Prior to the Acquisition, AHP was a privately held company with controlling interest in the IPA. A key term of the Merger Agreement was that AHP enter into a Management Services Agreement with the IPA (the “Management Services Agreements”) making the IPA a Variable Interest Entity (VIE) of AHP and its Parent, together the primary beneficiary (“PB”).

Under the ASC 805, the PB analysis is a qualitative analysis based on power and benefits.

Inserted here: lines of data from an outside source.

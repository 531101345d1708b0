// SPDX-License-Identifier: GPL-3.0-or-later
#pragma once

#include "core/certificate/Checklist.h"
#include "core/evaluate/Evaluation.h"
#include "core/record/Record.h"
#include "core/split/SplitLines.h"

#include <optional>
#include <string>
#include <vector>

namespace spanwright {

/// A number as it is printed: digits with a decimal point and '-' for minus, rounded once; empty where there is none.
using Digits = std::string;

/// Incomplete: something that blocks is missing. Draft: not all three people have signed off. SignedOff: names are entered; it is
/// still for them to release it, and the program never calls it valid.
enum class DraftState { Incomplete, Draft, SignedOff };

/// One line of the table of results. Units: of the reference or of the indication as named, percentages of the output span.
struct ResultLine {
    Digits setPoint;
    Direction direction = Direction::Unknown;
    std::size_t n = 0;
    Digits reference, indication;
    Digits rising, falling; ///< means, where both are stated together
    Digits error, expanded, coverageFactor;
    Digits expandedReference; ///< U in the unit of the reference
    Digits errorPercent, expandedPercent;
    Digits limit, acceptance; ///< half-widths; acceptance is "" where the guard band leaves no room
    std::optional<ConformityState> state;
    Digits conformance; ///< p_c in %, ">99.9" and "<0.1" at the ends
    /// Unrounded, for the picture.
    struct Drawn {
        double reference = 0, error = 0, expanded = 0;
        std::optional<double> limit, acceptance;
    } drawn;
};

/// A line of the budget that is printed.
struct BudgetRow {
    std::optional<DerivedLine> derived;
    std::string name;
    bool fromOtherPhase = false;
    Side side = Side::Indication;
    Distribution distribution = Distribution::Normal;
    Digits amount, divisor, standardUncertainty, degreesOfFreedom, sensitivity, contribution; ///< degreesOfFreedom "" when infinite
    double share = 0;
};

/// The budget of the point with the largest U.
struct BudgetSection {
    Digits setPoint;
    Direction direction = Direction::Unknown;
    std::vector<BudgetRow> rows;
    Digits combined, degreesOfFreedom, coverageFactor, expanded, expandedReference;
    Distribution distribution = Distribution::Normal;
};

/// Performance figures in the unit of the indication and in % of output span.
struct PerformanceRow {
    enum class Kind { MeasuredError, InaccuracyHigh, InaccuracyLow, Hysteresis, HysteresisInRun, NonRepeatability,
                      NonLinearityTerminal, NonLinearityIndependent, NonLinearityZeroBased };
    Kind kind = Kind::MeasuredError;
    Digits value, percentOfSpan, setPoint;
};

/// Figures of a force transducer, in % of the deflection unless named otherwise.
struct ForceSection {
    struct Step {
        Digits force, mean, reproducibility, repeatability, interpolation, reversibility;
    };
    std::vector<Step> steps;
    Digits zero;
    int degree = 1, interpolationDegree = 1;
    Digits lowerLimitFactor, lowerLimitForce, lowestForceClassA, lowestForceClassAA;
};

/// A line of the variance split as a table.
struct SplitTableLine {
    using Test = SplitLine::Test;
    SplitPart part = SplitPart::Total;
    Test test = Test::Chain;
    int level = 0; ///< how far it is indented
    Digits sumOfSquares, meanSquare, f, p;
    int degreesOfFreedom = 0;
    std::optional<double> share;      ///< of the total; not for a second test
    std::optional<double> noiseShare; ///< of what the function does not explain; for its parts
};

/// The variance split as it is printed.
struct SplitSection {
    FunctionChoice function;
    FitDirection direction = FitDirection::Indication; ///< the unit is that of this quantity, squared
    bool weighted = false;                             ///< pure numbers
    std::vector<SplitTableLine> lines;
    SplitPart against = SplitPart::PureError;
};

struct PhaseSection {
    Phase phase = Phase::AsFound;
    std::size_t readings = 0, used = 0, excluded = 0;
    bool directionsSeparate = false;
    bool errorKnown = false; ///< false: the item states no output, so there is no error of indication
    std::vector<ResultLine> results;
    Digits smallestFactor, largestFactor; ///< of k in the table
    bool rectangular = false;             ///< k of a rectangular distribution in at least one line
    std::optional<ConformityState> overall;
    std::optional<std::size_t> largest; ///< line with the error of largest magnitude
    std::optional<BudgetSection> budget;
    std::vector<PerformanceRow> performance;
    std::optional<SplitSection> split; ///< where it is wanted
    std::optional<ForceSection> force;
};

struct FunctionSection {
    Phase phase = Phase::AsFound;
    FunctionChoice function;
    FitDirection direction = FitDirection::Indication;
    Method method = Method::LeastSquares;
    Weights weights = Weights::Equal;
    struct Term {
        std::string name, unit;
        Digits value;       ///< as for a data logger: rounding moves no value by U/20 of one read back
        Digits uncertainty; ///< standard uncertainty; "" where the number is no coefficient of the fit
    };
    std::vector<Term> terms;
    Digits centre;    ///< the polynomial is in powers of x − centre; "" where in those of x
    Digits low, high; ///< valid range of the abscissa
    Digits residualSd;
    int degreesOfFreedom = 0;
    Digits largestResidual;
    bool weighted = false; ///< residualSd is a pure number
    struct Check {
        Digits x, y;
    };
    std::vector<Check> checks; ///< computed from the numbers as printed
    Digits readBackExpanded, readBackFactor; ///< U of a reference value read back with one new reading, unit of the reference
};

struct ExcludedLine {
    std::size_t row = 0; ///< of the reading, from 1
    Phase phase = Phase::AsFound;
    int run = 0;
    Direction direction = Direction::Unknown;
    Digits setPoint, reference, indication; ///< as typed
    ExclusionReason reason = ExclusionReason::Other;
    std::string words, by;
};

/// What the program says by itself; the sentence is made in ui/certificate/CertificateText.
enum class Statement {
    AsFoundOutsideLimits,
    AsFoundNotAccepted,      ///< inside the limits, but not every error inside the acceptance limits
    HysteresisLeft,          ///< as-left errors of opposite sign at one set point: no trim removes hysteresis; facts: set_point, unit
    ManyExcluded,            ///< facts: phase, count, of, limit
    SetPointExcluded,        ///< every reading there is; facts: phase, set_point, unit
    NoAsFound,               ///< facts: reason
    Replaces,                ///< facts: number, reason
    ErrorSign,
    ExpandedUncertainty,     ///< facts: coverage (in %)
    Rectangular,
    HysteresisInUncertainty,
    HysteresisSeparate,      ///< directions are stated separately
    ResolutionAndRepeatability,  ///< both are counted, and share a part
    RepeatabilityFromOtherPhase, ///< facts: phase
    RepeatabilityMissing,    ///< facts: phase
    LineOmitted,             ///< facts: line, reason
    DriftNotIncluded,        ///< changes of the item after the calibration are not in U
    CorrectionsApplied,      ///< facts: standards
    CorrectionsAlreadyApplied, ///< facts: standards
    CorrectionsNone,         ///< facts: standards
    OverdueStandard,         ///< facts: standard, days, reason, by
    NoSampling,
    OnlyThisItem,
    NotReproducedInPart,
    Recalibration,           ///< facts: date
};

/// The last code, for a test that walks them all.
inline constexpr Statement lastStatement = Statement::Recalibration;

struct StatementLine {
    Statement statement = Statement::OnlyThisItem;
    std::vector<Fact> facts;
};

/// The certificate as data: everything that is printed, already rounded. The texts of job, item, standards, conditions and
/// limits are those of the record.
struct Certificate {
    DraftState state = DraftState::Draft;
    std::vector<ChecklistItem> gaps;
    Job job;
    Item item;
    std::vector<Standard> standards;
    Conditions conditions;
    Limits limits;
    std::vector<SignOff> signOffs;
    std::string calibrated; ///< date of measurement
    Digits coveragePercent;
    std::vector<PhaseSection> phases; ///< in the order of the work
    std::optional<FunctionSection> function;
    std::vector<ExcludedLine> excluded;
    std::vector<StatementLine> notices;    ///< for the first page
    std::vector<StatementLine> statements; ///< after the results
    std::string program, drawnUpOn, digest;
};

/// What the certificate says about its own making.
struct CertificateContext {
    std::string program;   ///< name and version
    std::string drawnUpOn; ///< date
    std::string digest;    ///< of the record, "sha256:…"; may be empty
};

/// Everything that follows for the certificate from a record and its evaluation. A record with gaps gives a certificate that is
/// Incomplete.
Certificate buildCertificate(const Record& record, const Evaluation& evaluation, const CertificateContext& context);

} // namespace spanwright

The PB consolidates a VIE if the PB has both power and benefits – that is, (i) the PB has the power to direct the activities of a VIE that most significantly influence the VIE’s economic performance, and (ii) PB has the obligation to absorb losses of, or the right to receive benefits from, the VIE that could potentially be significant to the VIE. The PB operates by maintaining a long-term MSA with the IPA. In accordance with relevant accounting guidance, the IPA has been determined to be a VIE of AHP, and ultimately Parent, as the PB has the ability, through majority representation on the IPA’s Board and otherwise, to direct the activities (excluding clinical decisions) that most significantly affect the IPA’s economic performance.

The IPA has evaluated subsequent events for recognition and disclosure through April 17, 2021 which is the date the financial statements were available to be issued.